**Saved entries**:
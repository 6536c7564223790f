#pragma once
// Dense patch systems in r-z: energies by quadrature with 1/r, the axis as linear constraints.

#include <algorithm>
#include <array>
#include <cmath>
#include <tepor/flux/fan.hpp>
#include <tepor/flux/given_trace.hpp>
#include <tepor/flux/impl/small_program.hpp>
#include <tepor/flux/round.hpp>
#include <tepor/flux/tables2.hpp>
#include <tepor/quadrature/triangle_rules.hpp>

namespace tepor::detail {

/// A triangle of the section with its radii, seen from one of its corners.
struct RoundCell {
    Point t1, t2;
    double j, k;
    double r[3]; ///< exactly zero on the axis

    RoundCell(const FluxProblem& problem, Index c, Id corner) {
        const MeshData& mesh = *problem.mesh;
        const Id* node = mesh.cell(c);
        Point p[3];
        for (int i = 0; i < 3; ++i) p[i] = mesh.nodes[as_size(node[(corner + i) % 3])];
        t1 = p[1] - p[0], t2 = p[2] - p[0];
        j = cross(t1, t2);
        k = problem.conductivity[as_size(c)];
        const double largest = std::max({p[0].x, p[1].x, p[2].x});
        for (int i = 0; i < 3; ++i) r[i] = p[i].x <= 1e-12 * largest ? 0.0 : p[i].x;
    }

    [[nodiscard]] bool side_on_axis(int s) const noexcept { return r[s] == 0.0 && r[s == 2 ? 0 : s + 1] == 0.0; }

    /// Calls f(weight, l1, l2, radius): points on the unit triangle that integrate 1/r times polynomials, folded onto a vertex on
    /// the axis, where 1/r then cancels against the Jacobian.
    template <class F>
    void points(F f) const {
        static const std::array<Rule<2>, 3> rules{collapsed_triangle_rule(9), collapsed_triangle_rule(13),
                                                  collapsed_triangle_rule(19)};
        const double high = std::max({r[0], r[1], r[2]}), low = std::min({r[0], r[1], r[2]});
        const int folded = static_cast<int>(std::min_element(r, r + 3) - r);
        const Rule<2>& rule = rules[low == 0.0 || high > 1.8 * low ? 2 : high > 1.15 * low ? 1 : 0];
        for (Index q = 0; q < rule.size(); ++q) {
            const auto x = rule.point(q); // the rule is folded onto its vertex 1
            double l[3];
            l[folded] = x[0];
            l[(folded + 1) % 3] = x[1];
            l[(folded + 2) % 3] = 1.0 - x[0] - x[1];
            f(rule.weight(q), l[1], l[2], l[0] * r[0] + l[1] * r[1] + l[2] * r[2]);
        }
    }
};

/// The orthonormal basis of FluxTables2 at a point, through the P2 shape functions.
inline void basis_at(const FluxTables2& t, double l1, double l2, double (&value)[6]) noexcept {
    const double l0 = 1.0 - l1 - l2;
    const double n[6] = {l0 * (2 * l0 - 1), l1 * (2 * l1 - 1), l2 * (2 * l2 - 1),
                         4 * l0 * l1,       4 * l1 * l2,       4 * l2 * l0};
    for (int k = 0; k < 6; ++k) {
        value[k] = 0.0;
        for (int i = 0; i < 6; ++i) value[k] += n[i] * t.at_node[i][k];
    }
}

TEPOR_INLINE SourceLoads round_loads(const FluxProblem& problem) {
    const MeshData& mesh = *problem.mesh;
    SourceLoads out;
    out.per_cell = 6;
    out.load.resize(6 * as_size(mesh.cell_count()));
    constexpr int a[6] = {0, 1, 2, 0, 1, 2}, b[6] = {0, 1, 2, 1, 2, 0};
    for (Index c = 0; c < mesh.cell_count(); ++c) {
        const RoundCell cell(problem, c, 0);
        // integral of lambda_a lambda_b lambda_i: area/60 times (number of each)! products, 1, 2 or 6
        for (int p = 0; p < 6; ++p) {
            double sum = 0.0;
            for (int i = 0; i < 3; ++i) {
                const int same = (a[p] == b[p] ? 1 : 0) + (i == a[p] ? 1 : 0) + (i == b[p] ? 1 : 0);
                sum += cell.r[i] * (same == 0 ? 1.0 : same == 1 ? 2.0 : 6.0);
            }
            out.load[6 * as_size(c) + as_size(p)] = problem.source[as_size(c)] * cell.j / 120.0 * sum;
        }
    }
    return out;
}

/// What one cell adds to its patch: the quadratic form of its seven free fields and the balances.
struct RoundPart {
    RoundCell cell;
    double r[3];        ///< balances as in FanPart2
    double a[7][7];     ///< energies of fields 0..6
    double load[7];     ///< their right-hand sides
    double with[2][7];  ///< energies of fields 7 and 8 with them
    int axis_side = -1; ///< side on the axis: 0, 1, 2
};

inline RoundPart round_part(const FluxWork& work, FanCell f, const FluxTables2& t) {
    RoundPart p{RoundCell(work.problem, f.cell, f.corner), {}, {}, {}, {}, -1};
    const RoundCell& cell = p.cell;
    for (int s = 0; s < 3; ++s)
        if (cell.side_on_axis(s)) p.axis_side = s;
    const Id i0 = f.corner, i1 = FanWalk::next_corner(i0), i2 = FanWalk::next_corner(i1);
    const Id* dof = work.problem.dof.data() + 3 * as_size(f.cell);
    const double gx = work.temperature[dof[i1]] - work.temperature[dof[i0]],
                 gy = work.temperature[dof[i2]] - work.temperature[dof[i0]];
    const double gxx = dot(cell.t1, cell.t1), gxy = dot(cell.t1, cell.t2), gyy = dot(cell.t2, cell.t2);
    // k grad T . grad psi, times J; then against r, r lambda_1 and r lambda_2
    const double slope = -cell.k / cell.j * ((gyy - gxy) * gx + (gxx - gxy) * gy);
    const double sum = cell.r[0] + cell.r[1] + cell.r[2];
    const double* pair = work.loads.load.data() + 6 * as_size(f.cell);
    p.r[0] = pair[i0] + pair[3 + i0] + pair[3 + i2] - slope * sum / 6.0;
    p.r[1] = pair[3 + i0] - slope * (sum + cell.r[1]) / 24.0;
    p.r[2] = pair[3 + i2] - slope * (sum + cell.r[2]) / 24.0;
    double full[9][9] = {};
    cell.points([&](double w, double l1, double l2, double radius) {
        double basis[6], x[9], y[9];
        basis_at(t, l1, l2, basis);
        for (int i = 0; i < 9; ++i) {
            x[i] = y[i] = 0.0;
            for (int m = 0; m < 6; ++m) x[i] += t.patch[i][0][m] * basis[m], y[i] += t.patch[i][1][m] * basis[m];
        }
        const double weight = w / (cell.j * cell.k * radius);
        for (int i = 0; i < 9; ++i) {
            const double px = weight * (gxx * x[i] + gxy * y[i]), py = weight * (gxy * x[i] + gyy * y[i]);
            for (int l = 0; l <= i; ++l) full[i][l] += px * x[l] + py * y[l];
        }
    });
    for (int i = 0; i < 7; ++i) {
        for (int l = 0; l <= i; ++l) p.a[i][l] = p.a[l][i] = full[i][l];
        p.with[0][i] = full[7][i];
        p.with[1][i] = full[8][i];
        // psi grad T: full at the vertex, half at the middles of the two sides that meet there
        p.load[i] = -(t.load[i][0][0] * gx + 0.5 * (t.load[i][0][1] + t.load[i][0][2]) * gx + t.load[i][1][0] * gy +
                      0.5 * (t.load[i][1][1] + t.load[i][1][2]) * gy);
    }
    return p;
}

/// A given trace in r-z: zero at an end on the axis, as the exact one, by a share that cancels between the two hats.
inline GivenTrace2 round_trace(const SideMoments& g, bool hat_at_start, double radius_here,
                               double radius_there) noexcept {
    GivenTrace2 trace(g, hat_at_start);
    if (radius_here == 0.0)
        trace.moment[2] -= (trace.moment[0] - 3.0 * trace.moment[1] + 5.0 * trace.moment[2]) / 5.0;
    else if (radius_there == 0.0)
        trace.moment[2] -= (trace.moment[0] + 3.0 * trace.moment[1] + 5.0 * trace.moment[2]) / 5.0;
    return trace;
}

TEPOR_INLINE void sweep_round(const FluxWork& work, double* outflow, double* bubble) {
    const FluxProblem& problem = work.problem;
    const FluxTables2& tables = flux_tables2();
    FanWalk walk(work.neighbours, problem.mesh->cell_count());
    SmallProgram program;
    std::vector<FanCell> fan;
    std::vector<RoundPart> part;
    const auto listed = [&](Id behind) -> const FluxSide* {
        return behind <= -2 ? &problem.sides[as_size(-2 - behind)] : nullptr;
    };
    for (Index c0 = 0; c0 < problem.mesh->cell_count(); ++c0)
        for (Id i0 = 0; i0 < 3; ++i0) {
            bool ring = false;
            Id first = -1, last = -1;
            if (!walk.next(as_id(c0), i0, fan, ring, first, last)) continue;
            const int n = static_cast<int>(fan.size());
            part.clear();
            double sum = 0.0, whole = 0.0;
            for (const FanCell f : fan) {
                part.push_back(round_part(work, f, tables));
                sum += part.back().r[0];
                whole += part.back().cell.j;
            }
            // Unknowns: 0 is m; edge j has 1 + 2 j and 2 + 2 j; bubbles follow. In a ring edge n is edge 0.
            const auto edge = [&](int j) { return 1 + 2 * (ring && j == n ? 0 : j); };
            const int bubbles = 1 + 2 * (ring ? n : n + 1);
            program.reset(bubbles + n);
            double left_over = 0.0;
            if (ring) {
                left_over = sum;
            } else {
                const auto know = [&](int i, double v) {
                    program.known[as_size(i)] = 1;
                    program.x[as_size(i)] = v;
                };
                double m = 0.0;
                bool m_known = false;
                if (const FluxSide* side = listed(first); !side || side->kind != SideKind::fixed) {
                    const RoundCell& c = part.front().cell;
                    const GivenTrace2 g =
                        round_trace(side ? work.moments[as_size(-2 - first)] : SideMoments{}, true, c.r[0], c.r[1]);
                    know(edge(0), -g.moment[1]);
                    know(edge(0) + 1, -g.moment[2]);
                    m = -g.moment[0];
                    m_known = true;
                }
                if (const FluxSide* side = listed(last); !side || side->kind != SideKind::fixed) {
                    const RoundCell& c = part.back().cell;
                    const GivenTrace2 g =
                        round_trace(side ? work.moments[as_size(-2 - last)] : SideMoments{}, false, c.r[0], c.r[2]);
                    know(edge(n), g.moment[1]);
                    know(edge(n) + 1, g.moment[2]);
                    if (m_known)
                        left_over = m + sum - g.moment[0];
                    else
                        m = g.moment[0] - sum;
                    m_known = true;
                }
                if (m_known) know(0, m);
            }
            const double spread = left_over / whole;
            std::vector<double> before(as_size(n) + 1, 0.0);
            for (int j = 0; j < n; ++j) {
                RoundPart& p = part[as_size(j)];
                const double share = spread * p.cell.j;
                p.r[0] -= share;
                p.r[1] -= share / 3.0;
                p.r[2] -= share / 3.0;
                before[as_size(j) + 1] = ring && j + 1 == n ? 0.0 : before[as_size(j)] + p.r[0];
                const int who[7] = {0, edge(j), edge(j) + 1, 0, edge(j + 1), edge(j + 1) + 1, bubbles + j};
                const double given[7] = {before[as_size(j)], 0.0, 0.0, before[as_size(j) + 1], 0.0, 0.0, 0.0};
                for (int i = 0; i < 7; ++i) {
                    double right = p.load[i] + p.with[0][i] * p.r[1] + p.with[1][i] * p.r[2];
                    for (int l = 0; l < 7; ++l) {
                        program.at(who[i], who[l]) += p.a[i][l];
                        right -= p.a[i][l] * given[l];
                    }
                    program.g[as_size(who[i])] += right;
                }
                if (p.axis_side < 0) continue;
                const int s = p.axis_side;
                for (const int node : {s, s == 2 ? 0 : s + 1, 3 + s})
                    for (int component = 0; component < 2; ++component) {
                        auto& row = program.row();
                        const auto value = [&](int field) {
                            double v = 0.0;
                            for (int m = 0; m < 6; ++m)
                                v += tables.patch[field][component][m] * tables.at_node[node][m];
                            return v;
                        };
                        for (int i = 0; i < 7; ++i) {
                            row[as_size(who[i])] += value(i);
                            row.back() -= value(i) * given[i];
                        }
                        row.back() += value(7) * p.r[1] + value(8) * p.r[2];
                    }
            }
            program.solve();
            for (int j = 0; j < n; ++j) {
                const FanCell f = fan[as_size(j)];
                const auto x = [&](int i) { return program.x[as_size(i)]; };
                double* out = outflow + 9 * as_size(f.cell);
                double* begin_side = out + 3 * as_size(f.corner);
                double* end_side = out + 3 * as_size(FanWalk::next_corner(FanWalk::next_corner(f.corner)));
                begin_side[0] -= x(0) + before[as_size(j)];
                begin_side[1] -= x(edge(j));
                begin_side[2] -= x(edge(j) + 1);
                end_side[0] += x(0) + before[as_size(j) + 1];
                end_side[1] -= x(edge(j + 1));
                end_side[2] += x(edge(j + 1) + 1);
                bubble[f.cell] += x(bubbles + j);
            }
        }
}

TEPOR_INLINE Defect2 defect_round(const FluxWork& work, const Equilibrated& flux, Index c) {
    const FluxTables2& t = flux_tables2();
    const RoundCell cell(work.problem, c, 0);
    const double* out = flux.outflow.data() + 9 * as_size(c);
    const double* pair = work.loads.load.data() + 6 * as_size(c);
    const double load[3] = {pair[0] + pair[1] + pair[2] + 2.0 * (pair[3] + pair[4] + pair[5]),
                            pair[1] + pair[3] + pair[4], pair[2] + pair[4] + pair[5]};
    Defect2 d;
    double size = flux_fields(out, flux.bubble[as_size(c)], load, d);
    const Id* dof = work.problem.dof.data() + 3 * as_size(c);
    const double gx = work.temperature[dof[1]] - work.temperature[dof[0]],
                 gy = work.temperature[dof[2]] - work.temperature[dof[0]];
    const double gxx = dot(cell.t1, cell.t1), gxy = dot(cell.t1, cell.t2), gyy = dot(cell.t2, cell.t2);
    for (int v = 0; v < 3; ++v) {
        const double fx = cell.r[v] * cell.k / cell.j * (gyy * gx - gxy * gy),
                     fy = cell.r[v] * cell.k / cell.j * (gxx * gy - gxy * gx);
        for (int m = 0; m < 3; ++m) d.x[m] += fx * t.linear[v][m], d.y[m] += fy * t.linear[v][m];
        size += std::abs(fx) + std::abs(fy);
    }
    const double factor = 1.0 / (cell.j * cell.k);
    d.gxx = factor * gxx, d.gxy = factor * gxy, d.gyy = factor * gyy;
    d.size_squared = (d.gxx + d.gyy) * size * size * 3.0 / (cell.r[0] + cell.r[1] + cell.r[2]);
    return d;
}

TEPOR_INLINE double round_product(const FluxProblem& problem, Index c, const Defect2& w, const Defect2& v) {
    const FluxTables2& t = flux_tables2();
    const RoundCell cell(problem, c, 0);
    double sum = 0.0;
    cell.points([&](double weight, double l1, double l2, double radius) {
        double basis[6], a[4] = {};
        basis_at(t, l1, l2, basis);
        for (int m = 0; m < 6; ++m) {
            a[0] += w.x[m] * basis[m], a[1] += w.y[m] * basis[m];
            a[2] += v.x[m] * basis[m], a[3] += v.y[m] * basis[m];
        }
        sum += weight / radius * (w.gxx * a[0] * a[2] + w.gxy * (a[0] * a[3] + a[1] * a[2]) + w.gyy * a[1] * a[3]);
    });
    return sum;
}

TEPOR_INLINE bool vanishes_on_axis(const FluxProblem& problem, Index c, const Defect2& d, double size) {
    const FluxTables2& t = flux_tables2();
    const RoundCell cell(problem, c, 0);
    for (int s = 0; s < 3; ++s) {
        if (!cell.side_on_axis(s)) continue;
        for (const int node : {s, s == 2 ? 0 : s + 1, 3 + s}) {
            double x = 0.0, y = 0.0;
            for (int m = 0; m < 6; ++m) x += d.x[m] * t.at_node[node][m], y += d.y[m] * t.at_node[node][m];
            if (!(std::abs(x) + std::abs(y) <= size)) return false;
        }
    }
    return true;
}

} // namespace tepor::detail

**WORK INSTRUCTION**: The lines above that hold the string "behind" are to be located and copied.

**EXERCISE OUTPUT**:
    const auto listed = [&](Id behind) -> const FluxSide* {
        return behind <= -2 ? &problem.sides[as_size(-2 - behind)] : nullptr;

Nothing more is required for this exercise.